Каа, по обыкновению, изогнулся, словно мягкий гамак, под тяжестью Маугли. Мальчик протянул в темноте руку, обнял гибкую, похожую на трос шею Каа и привлек его голову к себе на плечо, а потом рассказал ему все, что произошло в джунглях этой ночью.
– Я, может быть, и мудр, – сказал Каа, выслушав рассказ, – а что глух, так это верно. Не то я услышал бы пхиал. Неудивительно, что траво-еды так встревожились. Сколько же всего собак?
– Я еще не видел. Я пришел прямо к тебе. Ты старше Хатхи. Зато, о Каа, – тут Маугли завертелся от радости, – это будет славная охота! Не многие из нас увидят новую луну.
– И ты тоже сюда вмешался? Не забывай, что ты человек. Не забывай также, какая стая тебя выгнала. Пускай волки гоняют собак. Ты человек.

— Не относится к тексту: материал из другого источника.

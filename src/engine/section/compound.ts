import {
  governingThickness,
  type OutlineDimensions,
  type OutlinePart,
  type SectionDimensions,
  type ValuesDimensions,
  widthOf,
} from './dimensions';
import { areaMoments } from './green';
import { outlineCorners } from './outline';
import { sectionProperties } from './properties';

/** A section whose left edge and bottom stand at z and y, m, and what it is called. */
export type Placed = {
  name: string;
  of: Exclude<SectionDimensions, ValuesDimensions>;
  z: number;
  y: number;
};

/**
 * Sections that act as one: beams side by side, a plate on a flange. Their parts are taken to be joined for the shear
 * between them. J and I_w are the sums of the parts' own, a lower bound: what they enclose together would add to it.
 */
export function compound(parts: readonly Placed[]): OutlineDimensions {
  const own = parts.map(({ of }) => sectionProperties(of));
  return {
    shape: 'outline',
    rings: parts.flatMap(({ of, z, y }) =>
      outlineCorners(of).map((ring) =>
        ring.map((corner) => ({ z: corner.z + z, y: corner.y + y, r: corner.r })),
      ),
    ),
    parts: parts.map(({ name, of }) => ({ name, rings: outlineCorners(of).length })),
    t: Math.max(...parts.map(({ of }) => governingThickness(of))),
    j: own.reduce((sum, { j }) => sum + j, 0),
    iw: own.reduce((sum, { iw }) => sum + iw, 0),
  };
}

/** So many equal sections side by side, `gap` apart. */
export const sideBySide = (
  { name, of }: Pick<Placed, 'name' | 'of'>,
  count: number,
  gap: number,
): OutlineDimensions =>
  compound(Array.from({ length: count }, (_, k) => ({ name, of, z: k * (widthOf(of) + gap), y: 0 })));

/** A part of a section about the axis that it has in common with the others. SI: m², m, m⁴. */
export type Contribution = {
  name: string;
  area: number;
  /** Its centroid from the left edge and from the bottom. */
  z: number;
  y: number;
  /** How far its centroid lies above that of the whole. */
  offset: number;
  /** About the horizontal axis through its own centroid. */
  own: number;
  /** A·offset², by the parallel-axis theorem: I = Σ(own + shifted). */
  shifted: number;
};

/** What every part of an outline adds to I about the major axis: the parts it was put together from, else its rings. */
export function contributionsOf(d: OutlineDimensions): Contribution[] {
  const rings = outlineCorners(d);
  const { centroidUp } = sectionProperties(d);
  let first = 0;
  return partsOfOutline(d).map(({ name, rings: count }) => {
    const sums = areaMoments(rings.slice(first, first + count));
    first += count;
    const [area, y] = [sums.area, sums.y / sums.area];
    const offset = y - centroidUp;
    const own = sums.yy - area * y ** 2;
    return { name, area, z: sums.z / area, y, offset, own, shifted: area * offset ** 2 };
  });
}

function partsOfOutline({ parts, rings }: OutlineDimensions): readonly OutlinePart[] {
  if (parts) return parts;
  return rings.map((ring) => ({ name: areaMoments([ring]).area < 0 ? 'Hole' : 'Outline', rings: 1 }));
}

/**
 * A solid bar of any outline, a polygon of three corners or more: J ≈ A⁴/(40 I_p) with I_p the polar second moment
 * (St Venant's approximation for compact outlines: a square within 7 %, a circle within 1.5 %; not for thin walls), I_w = 0.
 */
export function solidOutline(rings: OutlineDimensions['rings'], thickness: number): OutlineDimensions {
  const outline: OutlineDimensions = { shape: 'outline', rings, t: thickness, j: 0, iw: 0 };
  const { area, iMajor, iMinor } = sectionProperties(outline);
  return { ...outline, j: area ** 4 / (40 * (iMajor + iMinor)) };
}
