import { describe, expect, test } from 'vitest';
import { plainText, readNumber } from './number';

describe('readNumber', () => {
  test.each([
    ['12 345', 12345],
    ["12'345.5", 12345.5],
    ['1 1/2', 1.5],
    ['3,8', 3.8],
  ])('reads %j', (text, value) => {
    expect(readNumber(text)).toEqual({ ok: true, value });
  });

  test.each(['12 34', "1'2", '1 23.5', ''])('does not guess what %j is', (text) => {
    expect(readNumber(text)).toMatchObject({ ok: false, code: 'not_a_number' });
  });

  test('asks which of two numbers 1,234 is', () => {
    expect(readNumber('1,234')).toEqual({ ok: false, code: 'ambiguous_number', values: ['1234', '1.234'] });
  });
});

test('plainText has one spelling of fractions, minus signs, primes and spaces', () => {
  expect(plainText('\u22126\u2032\u20113\u00bd\u2033')).toBe(`-6'-3 1/2"`);
  expect(plainText('  12\u202f345\u00a0 ')).toBe('12 345');
});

– Прошлогодние орехи стали в этом году черной землей, – ответил Маугли. – Это правда, что я человек, но нынче ночью я сказал, что я волк. Это у меня в крови. Я призвал реку и деревья, чтобы они запомнили мои слова. Я охотник Свободного Народа, Каа, и останусь им, пока не уйдут собаки…
– Свободный Народ! – проворчал Каа. – Свободные воры! А ты связал себя смертным узлом в память о волках, которые умерли! Плохая это охота.
– Это мое Слово, и я уже сказал его. Деревья знают, и знает река. Пока не уйдут собаки, мое Слово не вернется ко мне.
– Ссшш! От этого меняются все следы. Я думал взять тебя с собой на северные болота, но Слово – хотя бы даже Слово маленького, голого, безволосого человечка – есть Слово. Теперь и я, Каа, говорю…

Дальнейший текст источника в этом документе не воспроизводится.